After reading this, I doubt I'd ever buy anything with a Galvin Green label - better off buying a far cheaper item and chucking it out when it leaks to replace it rather than spending a fortune on GG stuff which essentially does nothing more than the less expensive alternatives in terms of quality or customer service!


----------



## Down_The_Middle (Aug 21, 2011)

Try wearing it on a day when it aint raining to see if it still get wets inside from sweat


----------



## CMAC (Aug 21, 2011)

I'm in the market for new waterproofs and some winter windcheater stuff, I was definitly buying Galvin Green due to reputation and lets be honest the price, as you USUALLY get what you pay for.

Consider me now someone who will not be buying anything GG, I'll go to FJ and Mizuno now and with the price I was going to pay GG I'll get some amazing gear from these companies and its quality WITH service

hope you get a resolution with the retail company


----------



## guest100718 (Jun 2, 2016)

yeah boo GG...

I have proquip BTW


----------



## Oxfordcomma (Jun 2, 2016)

Now 4 posts all digging up old threads and saying the same thing? Why not introduce yourself properly Mr Ward before the mods ban you?


----------



## guest100718 (Jun 2, 2016)

Oxfordcomma said:



			Now 4 posts all digging up old threads and saying the same thing? Why not introduce yourself properly Mr Ward before the mods ban you? 

Click to expand...

aw leave him alone..

GG grind his gears.

https://www.youtube.com/watch?v=Q685Ko2DHDs


----------



## BTatHome (Jun 3, 2016)

Bit unfair to delete all his posts, as he has a valid gripe.

Shame the deletion of identical posts doesn't happen to some other posters too


----------



## J55TTC (Jun 3, 2016)

Shocking customer service, what goes around comes around - I certainly won't be buying from them.


----------



## dougajmcdonald (Jun 3, 2016)

I would like to stick up for GG products (not the company customer service as I've not experienced this). I have a jacket bought 2.5 years ago which has served me really well in some extremely wet conditions over the last couple of winters. This was a lot better than my previous jacket which leaked through the shoulders during light showers!

The quantity of wetness you're describing does seem odd.

What do you see if you run the jacket under the tap? I'd normally judge the state of the waterproofing by whether the water is beading and running off, or whether it seems to 'soak in' to the material. With a new jacket you'd expect pretty much all of the water to run off.

After 2.5 years I have a few areas where the waterproofing is less than perfect, but they still keep the water out, it just doesn't bead off as much as I'd like.


----------



## Liverpoolphil (Jun 3, 2016)

I have no idea how the GG customer service is because in 6 years of owning their clothing I have not once had to send anything back and every waterproof item works as good as when I first got them.


----------



## chellie (Jun 3, 2016)

BTatHome said:



			Bit unfair to delete all his posts, as he has a valid gripe.
		
Click to expand...

Agree with you.

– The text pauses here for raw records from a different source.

import { z } from 'zod'
import { systemClock } from '../clock.ts'
import { openDatabase } from '../database/database.ts'
import { prepareDatabase } from '../database/prepareDatabase.ts'
import { inviteOwner } from '../services/welcome.ts'

const environment = z.object({
  DATABASE_URL: z.string(),
  DATABASE_OWNER_URL: z.string(),
  PUBLIC_URL: z.string().default('http://127.0.0.1:4310'),
})

/** Prints a one-time link with which the first owner takes a password. */
async function main(): Promise<void> {
  const email = z.email('Give an e-mail: npm run owner -- name@farm.example').parse(process.argv[2])
  const env = environment.parse(process.env)
  await prepareDatabase(env.DATABASE_OWNER_URL, decodeURIComponent(new URL(env.DATABASE_URL).username))
  const database = await openDatabase(env.DATABASE_URL, 1, () => undefined)
  const { token, expiresAt } = await inviteOwner({ database, clock: systemClock }, email)
  await database.close()
  process.stdout.write(`${env.PUBLIC_URL.replace(/\/$/, '')}/welcome/${token}\n`)
  process.stdout.write(`Works once, until ${expiresAt.toISOString().slice(0, 16).replace('T', ' ')} UTC.\n`)
}

main().catch((error: unknown) => {
  const words = error instanceof z.ZodError ? error.issues.map((issue) => issue.message).join('; ') : String(error instanceof Error ? error.message : error)
  process.stderr.write(`${words}\n`)
  process.exit(1)
})
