import type { Pixel } from '../../composables/map/mapTypes.ts'
import { eachEdge, type PixelBox } from './pixelRing.ts'

type Rings = readonly (readonly Pixel[])[]

/** Whether a point lies in a polygon; its holes do not count as inside. */
export function isInside(rings: Rings, [x, y]: Pixel): boolean {
  let inside = false
  eachEdge(rings, (from, to) => {
    const straddles = from[1] > y !== to[1] > y
    if (straddles && x < from[0] + ((y - from[1]) / (to[1] - from[1])) * (to[0] - from[0])) inside = !inside
  })
  return inside
}

/** Whether an edge of the rings touches a box. */
export function hasEdgeIn(rings: Rings, box: PixelBox): boolean {
  return rings.some((ring) =>
    ring.some((from, index) => crossesBox(from, ring[(index + 1) % ring.length] ?? from, box)),
  )
}

/** Whether any of the polygons shares ground with a box. */
export function coversBox(polygons: readonly Rings[], box: PixelBox): boolean {
  // Without an edge in the box, one point of it speaks for all of it.
  return polygons.some((rings) => hasEdgeIn(rings, box) || isInside(rings, [box.minX, box.minY]))
}

/** Whether a segment touches a box (clipping the segment by each side in turn). */
function crossesBox(from: Pixel, to: Pixel, { minX, minY, maxX, maxY }: PixelBox): boolean {
  let enter = 0
  let leave = 1
  const steps = [to[0] - from[0], to[1] - from[1]] as const
  const bounds = [[minX, maxX, from[0], steps[0]], [minY, maxY, from[1], steps[1]]] as const
  for (const [low, high, start, step] of bounds) {
    if (step === 0) {
      if (start < low || start > high) return false
      continue
    }
    const first = (low - start) / step
    const second = (high - start) / step
    enter = Math.max(enter, Math.min(first, second))
    leave = Math.min(leave, Math.max(first, second))
    if (enter > leave) return false
  }
  return true
}
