import { layerGroup, polygon, polyline, svg, type LayerGroup, type Map as LeafletMap, type Path, type PathOptions } from 'leaflet'
import type { MapGround, MapGroundFeature } from '../../composables/map/mapGround.ts'
import type { GroundKind } from '../../../shared/contract/ground.ts'
import type { PlaceGeometry } from '../../../shared/geo/geometryTypes.ts'
import { toLatLng } from './leafletGeometry.ts'

/** The ground under the blocks: water edged, lanes cased, hedges dotted, buildings. */
export interface GroundLayer {
  show(ground: MapGround): void
  /** Lines are as wide as on the ground; call it when the scale has changed. */
  rescale(): void
}

/** One stroke of a kind, from the lowest up: as wide as the thing and `over` pixels more, never under `least`. */
interface Stroke { name: string; least: number; over: number; dash?: string }

/** Under the blocks, over any imagery. */
const PANE = 'ground'
const PANE_LAYER = '350'
const STROKES: Record<GroundKind, readonly Stroke[]> = {
  water: [{ name: 'water-edge', least: 3, over: 2 }, { name: 'water', least: 1.4, over: 0 }],
  track: [{ name: 'track-edge', least: 3, over: 2 }, { name: 'track', least: 1.6, over: 0 }],
  hedge: [{ name: 'hedge', least: 2.6, over: 0, dash: '0.1 5' }],
  building: [],
  other: [{ name: 'other', least: 1.2, over: 0 }],
}
const MOST_HEDGE_PX = 5
/** Casings of all lanes lie under all lanes, so that where two meet they are one. */
const ORDER = ['site', 'water-area', 'water-edge', 'water', 'track-area', 'track-edge', 'track', 'hedge-area', 'hedge', 'building-area', 'other-area', 'other']

interface Piece { order: number; path: Path; widthM: number | null; stroke: Stroke | null; lat: number }

export function createGroundLayer(map: LeafletMap): GroundLayer {
  const pane = map.createPane(PANE)
  pane.style.zIndex = PANE_LAYER
  pane.style.pointerEvents = 'none'
  const renderer = svg({ padding: 0.5, pane: PANE })
  const group = layerGroup().addTo(map)
  let pieces: Piece[] = []

  function rescale(): void {
    for (const { path, widthM, stroke, lat } of pieces) {
      if (stroke !== null) path.setStyle({ weight: weightOf(stroke, (widthM ?? 0) / metresPerPixel(map, lat)) })
    }
  }
  return {
    show({ features, sites }) {
      group.clearLayers()
      const common: PathOptions = { renderer, interactive: false }
      pieces = [
        ...features.flatMap((feature) => piecesOf(feature, common)),
        ...sites.flatMap(({ kind, geometry }) => (geometry.type === 'Point' ? [] : [{
          order: 0, widthM: null, lat: 0, stroke: null,
          path: drawn(geometry, { ...common, weight: 1.4, fill: kind === 'pond', className: `ground-site is-${kind}`, ...(kind !== 'pond' && kind !== 'watercourse' && { dashArray: '1 5' }) }),
        }])),
      ].sort((a, b) => a.order - b.order)
      rescale()
      addAll(group, pieces)
    },
    rescale,
  }
}

function piecesOf(feature: MapGroundFeature, common: PathOptions): Piece[] {
  const { kind, geometry, widthM } = feature
  if (geometry.type === 'Point') return []
  const piece = (name: string, path: Path, stroke: Stroke | null): Piece => ({
    order: ORDER.indexOf(name), path, widthM, stroke, lat: (geometry.type === 'Polygon' ? geometry.coordinates[0]?.[0] : geometry.coordinates[0])?.[1] ?? 0,
  })
  if (geometry.type === 'Polygon') return [piece(`${kind}-area`, drawn(geometry, { ...common, fill: true, weight: 1.4, className: `ground-${kind}-area`, ...(kind === 'hedge' && { dashArray: '0.1 5' }) }), null)]
  return STROKES[kind].map((stroke) => piece(stroke.name, drawn(geometry, { ...common, fill: false, className: `ground-${stroke.name}`, ...(stroke.dash !== undefined && { dashArray: stroke.dash }) }), stroke))
}

function drawn(geometry: Exclude<PlaceGeometry, { type: 'Point' }>, options: PathOptions): Path {
  const fine = { ...options, smoothFactor: 0.4 }
  return geometry.type === 'Polygon' ? polygon(geometry.coordinates.map((ring) => ring.map(toLatLng)), fine) : polyline(geometry.coordinates.map(toLatLng), { ...fine, fill: false })
}

function addAll(group: LayerGroup, pieces: readonly Piece[]): void {
  for (const { path } of pieces) group.addLayer(path)
}

/** A hedge stays a row of dots, however near one looks. */
function weightOf({ name, least, over }: Stroke, widthPx: number): number {
  const weight = Math.max(least, widthPx + over)
  return name === 'hedge' ? Math.min(MOST_HEDGE_PX, weight) : weight
}

/** Of the web map's grid at a latitude. */
function metresPerPixel(map: LeafletMap, lat: number): number {
  return (Math.cos((lat * Math.PI) / 180) * 2 * Math.PI * 6_378_137) / (256 * 2 ** map.getZoom())
}
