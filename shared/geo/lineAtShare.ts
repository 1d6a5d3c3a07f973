import { boundaryParts } from './boundaryParts.ts'
import type { CornerAt } from './boundaryCorners.ts'
import { metresPerDegree } from './ellipsoid.ts'
import type { Boundary, Position } from './geometryTypes.ts'
import { toFlatRing } from './gridPoints.ts'
import { signedArea } from './gridRing.ts'

/** Metres along an edge, and away from it into the ground on its left. */
type EdgePoint = readonly [along: number, away: number]

/** Halvings of the distance: a field of 10 km to a tenth of a millimetre. */
const HALVINGS = 40

/**
 * A straight line parallel to an edge that leaves a share of a boundary's area on the edge's side; its ends lie outside.
 * @param boundary valid and oriented, as `checkBoundary` lets it stand. @param from the corner the edge leaves. @param share above 0, below 1.
 * @throws {RangeError} for a share outside that, or no such corner.
 * @source plane about the edge's first corner (radii of curvature there), halving of the distance: areas within a few ppm over a farm.
 */
export function lineAtShare(boundary: Boundary, { part, ring, corner }: CornerAt, share: number): [Position, Position] {
  if (!(share > 0 && share < 1)) throw new RangeError(`share must be above 0 and below 1, is ${share}`)
  const edge = boundaryParts(boundary)[part]?.[ring]
  const [origin, end] = [edge?.[corner], edge?.[corner + 1]]
  if (origin === undefined || end === undefined) throw new RangeError(`there is no edge ${corner}`)
  const metres = metresPerDegree(origin[1])
  const [dx, dy] = [(end[0] - origin[0]) * metres.east, (end[1] - origin[1]) * metres.north]
  const length = Math.hypot(dx, dy)
  const [ux, uy] = [dx / length, dy / length]
  const toEdge = ([lon, lat]: Position): EdgePoint => {
    const [x, y] = [(lon - origin[0]) * metres.east, (lat - origin[1]) * metres.north]
    return [x * ux + y * uy, y * ux - x * uy]
  }
  const toPosition = ([along, away]: EdgePoint): Position => [
    origin[0] + (along * ux - away * uy) / metres.east, origin[1] + (along * uy + away * ux) / metres.north,
  ]
  const rings = boundaryParts(boundary).flatMap((each) => each.map((points) => points.slice(0, -1).map(toEdge)))
  const away = distanceAtShare(rings, share)
  const alongs = rings.flat().map(([along]) => along)
  const margin = length + 1
  return [toPosition([Math.min(...alongs) - margin, away]), toPosition([Math.max(...alongs) + margin, away])]
}

function distanceAtShare(rings: readonly EdgePoint[][], share: number): number {
  const aways = rings.flat().map(([, away]) => away)
  let [near, far] = [Math.min(...aways), Math.max(...aways)]
  const wanted = areaWithin(rings, far) * share
  for (let halving = 0; halving < HALVINGS; halving += 1) {
    const middle = (near + far) / 2
    if (areaWithin(rings, middle) < wanted) near = middle
    else far = middle
  }
  return (near + far) / 2
}

/** Twice the area of the ground no farther away than this: outer rings run one way and holes the other, so that their areas add up. */
function areaWithin(rings: readonly EdgePoint[][], most: number): number {
  return rings.reduce((sum, ring) => sum + signedArea(toFlatRing(clip(ring, most))), 0)
}

function clip(ring: readonly EdgePoint[], most: number): EdgePoint[] {
  return ring.flatMap((from, index): EdgePoint[] => {
    const to = ring[(index + 1) % ring.length] ?? from
    const kept: EdgePoint[] = from[1] <= most ? [from] : []
    if (from[1] <= most === to[1] <= most) return kept
    const share = (most - from[1]) / (to[1] - from[1])
    return [...kept, [from[0] + share * (to[0] - from[0]), most]]
  })
}
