import { latLngBounds, map as leafletMap, svg, tileLayer, type LatLngBounds, type LatLngExpression, type Map as LeafletMap } from 'leaflet'
import type { Position } from '../../../shared/geo/geometryTypes.ts'
import { createBlockLayer } from './blockLayer.ts'
import { createDraftLayer } from './draftLayer.ts'
import { createEditLayer, type EditEvents } from './editLayer.ts'
import { createGroundView } from './groundView.ts'
import { createLabelLayer } from './labelLayer.ts'
import { pixelRings, toLatLng } from './leafletGeometry.ts'
import { areMany } from './manyBlocks.ts'
import type { PixelBox } from './pixelRing.ts'
import { roomBeside, type Fitting, type MapRoom } from './roomBeside.ts'
import type { MapMarks } from '../../composables/map/useMapMarks.ts'
import type { MapGround } from '../../composables/map/mapGround.ts'
import type { MapBlock, MapDraft, MapEdit, MapImagery, MapView, Pixel } from '../../composables/map/mapTypes.ts'

/** What the map tells its component. */
export interface FarmMapEvents extends EditEvents {
  /** A tap or click on the ground. */
  tapped(position: Position): void
  chosen(blockId: string): void
  /** What lies over the map and is to cover no block, in the map's pixels; null where nothing does. */
  covered(): PixelBox | null
  /** The view has moved or changed scale; `byHand` unless the program moved it itself. */
  moved(view: MapView, byHand: boolean): void
}

/** The map of a farm: with its layers, the only modules that know Leaflet. */
export interface FarmMap {
  showBlocks(blocks: readonly MapBlock[], chosenId: string | null, marks: MapMarks): void
  showDraft(draft: MapDraft | null): void
  showEdit(edit: MapEdit | null): void
  setDrawing(isDrawing: boolean): void
  /** What lies under and round the blocks. */
  showGround(ground: MapGround): void
  /** Imagery under everything, or paper with the farm's own ground where there is none. */
  setImagery(imagery: MapImagery | null): void
  setView(view: MapView): void
  /** Shows all of these positions with room round them. */
  fit(positions: readonly Position[], room: MapRoom): void
  /** Moves as little as brings the position into view. */
  bringIntoView(position: Position): void
  pan(dx: number, dy: number): void
  /** Whether a position is in view. */
  sees(position: Position): boolean
  view(): MapView
  metresPerPixel(): number
  /** Middles of the labels in the map's pixels, by block. */
  middles(): ReadonlyMap<string, Pixel>
  sizeChanged(): void
  destroy(): void
}

const WORLD: MapView = { centre: [0, 20], zoom: 2 }
const ZOOM_SNAP = 0.1
const MOST_ZOOM = 22
const MOST_FIT_ZOOM = 19
const EDGE_PX: [number, number] = [56, 56]

/** Makes the map in its host element. */
export function createFarmMap(host: HTMLElement, events: FarmMapEvents): FarmMap {
  let ownMove = false
  const map = makeMap(host)
  const renderer = svg({ padding: 0.5 })
  const blocks = createBlockLayer(map, renderer, events.chosen)
  const draft = createDraftLayer(map)
  const edit = createEditLayer(map, events)
  const labels = createLabelLayer(map)
  const ground = createGroundView(map, { metresPerPixel: () => metresPerPixel(map), taken: () => labels.taken(), covered: events.covered })
  let shown: { blocks: readonly MapBlock[]; chosenId: string | null; jobs: MapMarks['jobs'] } = { blocks: [], chosenId: null, jobs: new Map() }
  let tiles: ReturnType<typeof tileLayer> | null = null

  function move(act: () => void): void {
    ownMove = true
    act()
    ownMove = false
  }
  map.on('move', () => events.moved(viewOf(map), !ownMove))
  const label = (): void => labels.show(shown.blocks, shown.chosenId, shown.jobs)
  map.on('zoomend', () => { if (!areMany(shown.blocks)) label() })
  // Of very many, only those in view are named.
  map.on('moveend', () => { if (areMany(shown.blocks)) label() })
  map.on('click', ({ latlng, originalEvent }) => {
    // The second click of a double tap would set the same corner twice.
    if (originalEvent.detail > 1) return
    const { lat, lng } = latlng.wrap()
    events.tapped([lng, lat])
  })

  return {
    showBlocks(list, chosenId, marks) {
      shown = { blocks: list, chosenId, jobs: marks.jobs }
      blocks.show(list, chosenId, marks)
      label()
      ground.setBlocks(list)
    },
    showDraft: draft.show,
    showEdit: edit.show,
    setDrawing(isDrawing) {
      if (isDrawing) map.doubleClickZoom.disable()
      else map.doubleClickZoom.enable()
    },
    showGround: ground.show,
    setImagery(imagery) {
      tiles?.remove()
      blocks.setImagery(imagery !== null)
      tiles = imagery === null ? null : tileLayer(imagery.url, { maxZoom: MOST_ZOOM, maxNativeZoom: imagery.maxZoom }).addTo(map)
    },
    setView: ({ centre, zoom }) => move(() => map.setView(toLatLng(centre), zoom, { animate: false })),
    fit: (positions, room) => move(() => fitTo(map, positions, { room, blocks: shown.blocks, covered: events.covered() })),
    bringIntoView: (position) => move(() => map.panInside(toLatLng(position), { padding: EDGE_PX, animate: false })),
    pan: (dx, dy) => move(() => map.panBy([dx, dy], { animate: false })),
    sees: (position) => map.getBounds().contains(toLatLng(position)),
    view: () => viewOf(map),
    metresPerPixel: () => metresPerPixel(map),
    middles: labels.middles,
    sizeChanged: () => move(() => map.invalidateSize({ animate: false })),
    destroy: () => void map.remove(),
  }
}

function makeMap(host: HTMLElement): LeafletMap {
  return leafletMap(host, {
    attributionControl: false, zoomControl: false, keyboard: false, fadeAnimation: false, boxZoom: false,
    zoomAnimation: !window.matchMedia('(prefers-reduced-motion: reduce)').matches,
    // Its component watches the size. Leaflet's own watch ends a moment after a map that is gone, and errs.
    trackResize: false, zoomSnap: ZOOM_SNAP, minZoom: 2, maxZoom: MOST_ZOOM, maxBounds: [[-86, -200], [86, 200]],
  }).setView(toLatLng(WORLD.centre), WORLD.zoom)
}

function fitTo(map: LeafletMap, positions: readonly Position[], { room, blocks, covered }: { room: MapRoom; blocks: readonly MapBlock[]; covered: PixelBox | null }): void {
  if (positions.length === 0) return
  const bounds = latLngBounds(positions.map(toLatLng))
  const { top, right, bottom, left } = covered === null ? room : roomBeside(fittingOf(map, bounds, blocks), room, covered)
  map.fitBounds(bounds, { paddingTopLeft: [left, top], paddingBottomRight: [right, bottom], maxZoom: MOST_FIT_ZOOM, animate: false })
}

function fittingOf(map: LeafletMap, bounds: LatLngBounds, blocks: readonly MapBlock[]): Fitting {
  const [low, high] = [map.project(bounds.getSouthWest(), 0), map.project(bounds.getNorthEast(), 0)]
  const { x, y } = map.getSize()
  const world = { project: (at: LatLngExpression) => map.project(at, 0) }
  return {
    polygons: blocks.flatMap(({ geometry }) => pixelRings(world, geometry)), bounds: { minX: low.x, maxX: high.x, minY: high.y, maxY: low.y },
    size: [x, y], zoomSnap: ZOOM_SNAP, mostZoom: MOST_FIT_ZOOM,
  }
}

function viewOf(map: LeafletMap): MapView {
  const { lat, lng } = map.getCenter()
  return { centre: [lng, lat], zoom: map.getZoom() }
}

/** Across the middle of the map, where its scale bar holds. */
function metresPerPixel(map: LeafletMap): number {
  const { x, y } = map.getSize().divideBy(2)
  return map.distance(map.containerPointToLatLng([x - 50, y]), map.containerPointToLatLng([x + 50, y])) / 100
}
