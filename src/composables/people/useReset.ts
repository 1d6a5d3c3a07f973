import { computed, ref, type ComputedRef, type Ref } from 'vue'
import { useI18n } from 'vue-i18n'
import { ApiError } from '../../api/errors.ts'
import { resetApi } from '../../api/resetApi.ts'
import { useSession } from '../../stores/session.ts'
import { fieldErrors } from '../form/fieldErrors.ts'
import { useMessages } from '../app/useMessages.ts'
import { useTask, type Task } from '../form/useTask.ts'

/** Shortest password the server takes. */
const SHORTEST = 12

/** A forgotten password: asking for the letter, reading whose link it is, spending it. */
export function useReset(): {
  opening: Task<[token: string], { email: string }>
  /** True when the link is used up or was never valid. */
  gone: ComputedRef<boolean>
  ask: (email: string) => Promise<boolean>
  spend: (token: string, password: string) => Promise<boolean>
  /** Of the one field there is. */
  error: Ref<string>
  refusal: Ref<string>
  busy: Ref<boolean>
} {
  const session = useSession()
  const messages = useMessages()
  const { t } = useI18n()
  const error = ref('')
  const refusal = ref('')
  const busy = ref(false)
  const opening = useTask((token: string) => resetApi.read(token))
  const gone = computed(() => opening.error.value instanceof ApiError)

  async function attempt(missing: string, field: string, work: () => Promise<unknown>): Promise<boolean> {
    error.value = missing
    refusal.value = ''
    if (missing !== '' || busy.value) return false
    busy.value = true
    try {
      await work()
      return true
    } catch (fault) {
      error.value = fieldErrors(fault)[field] ?? ''
      if (error.value === '') refusal.value = messages.problem(fault)
      return false
    } finally {
      busy.value = false
    }
  }

  return {
    opening, gone, error, refusal, busy,
    ask: (email) => attempt(email.trim() === '' ? t('session.emailNeeded') : '', 'email', () => resetApi.ask(email.trim())),
    spend: (token, password) => attempt(password.length < SHORTEST ? t('session.welcome.passwordShort') : '', 'password', async () => {
      await resetApi.spend(token, password)
      // Its sessions have ended on the server, this one too.
      if (session.user !== null) await session.forget()
    }),
  }
}
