import type { PlaceGeometry, Position } from './geometryTypes.ts'

/** The corners of a point, a line or an outline as they were drawn: an outline's first is not repeated, its holes are left out. */
export function cornersOfPlace(geometry: PlaceGeometry): Position[] {
  if (geometry.type === 'Point') return [geometry.coordinates]
  return geometry.type === 'LineString' ? geometry.coordinates : (geometry.coordinates[0] ?? []).slice(0, -1)
}
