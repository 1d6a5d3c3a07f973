import type { LatLngTuple, Map as LeafletMap } from 'leaflet'
import type { Boundary, Position, Ring } from '../../../shared/geo/geometryTypes.ts'
import type { Pixel } from '../../composables/map/mapTypes.ts'

/** Leaflet writes latitude first. */
export const toLatLng = ([lon, lat]: Position): LatLngTuple => [lat, lon]

/** The polygons of a boundary, each as its rings. */
export function polygonsOf(boundary: Boundary): Ring[][] {
  return boundary.type === 'Polygon' ? [boundary.coordinates] : boundary.coordinates
}

/** The rings of every polygon in the map's own pixels at this zoom. */
export function pixelRings(map: Pick<LeafletMap, 'project'>, boundary: Boundary): Pixel[][][] {
  return polygonsOf(boundary).map((rings) =>
    rings.map((ring) =>
      ring.slice(0, -1).map((position): Pixel => {
        const { x, y } = map.project(toLatLng(position))
        return [x, y]
      }),
    ),
  )
}
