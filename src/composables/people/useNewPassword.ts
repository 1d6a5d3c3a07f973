import type { Ref } from 'vue'
import { meApi } from '../../api/meApi.ts'
import { useProof, type Proof } from './useProof.ts'

/** Takes the password or PIN in `next` for the one that is proved. */
export function useNewPassword(next: Ref<string>): Proof {
  return useProof((password) => meApi.changePassword(password, next.value), ['password', 'newPassword'])
}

Would have been better to keep one post surely.


----------



## need_my_wedge (Jun 3, 2016)

I'm curious to know why this thread was resurrected?

As a point of note, I never did get it resolved with GG. I still have the GG jacket - couldn't bear to throw it away at the price I paid....... It still leaks in heavy rain.... but it's a reasonable lightweight wind jacket and works OK in light showers, so still useful in my carry bag.


----------



## Capella (Jun 3, 2016)

Just read through this and (even though it is hard to judge without seeing the actual jacket and experiment on it), my guess is that the problem is indeed the puncture damage. The Goretex membrane is able to spread moisture around very quickly. Actually, that is it's function. To transport moisture, so it can evaporate. Normally that means soak up sweat at the areas where you sweat the most and transport it away from those areas. But when the membrane is battered with water from the outside, it will spread that around equally well, activly sucking the water inside the jacket, explaining why you not only get wet in the direct vicinity of the puncture holes, but all over. The "functionality" of the jacket is actually making matters worse here.


----------



## need_my_wedge (Jun 3, 2016)

Hi Capella,

The three snags in question are indeed minute, not much more than a pin prick, located on the back of the jacket near the bottom hem. I still do not believe that the volume of water in the shoulders and down the top of the sleeves could get in through those tiny pin pricks and then travel up the back and through the shoulders down the sleeves.....  And even now the snags were patched and heat sealed, and I've refinished the garment with Grangers Xtreme Repel as per instructions on GG website. Run it under a tap and the water beads off, but wear it in heavy rain and I end up soaking wet with water being absorbed eventually, especially around the shoulder areas...... 

Anyways, like I said, it's a useful windshirt, not so useful waterproof...


----------



## tracey ward (Jun 4, 2016)

Just to explain - this was me. I am not a spammer as I have been labeled for the first time in my life and have asked the editor of the Forum to unblock me (now using my wife's account!). I am just someone who genuinely had a bad experience with GG and simply searched the website to see if anyone else had experienced similar. I found several and just posted my factual experience and personal opinion on the relevant threads that I found. I stand by my opinion that the GG water-proof clothing I purchased is not worth the money and I am so disappointed that I have forwarded my complaint to Trading Standards for their consideration. As an ex-Serviceman of 35 years who has worn Gore-tex in several environments (including sport) and taken part in MoD clothing trials, I am fully aware of the properties and performance of this material, which is the reason why I am so disappointed with this very expensive clothing.


----------



## PhilTheFragger (Jun 4, 2016)

Thread closed
we dont need 3 active Calvin Green Threads
i'll leave one open


----------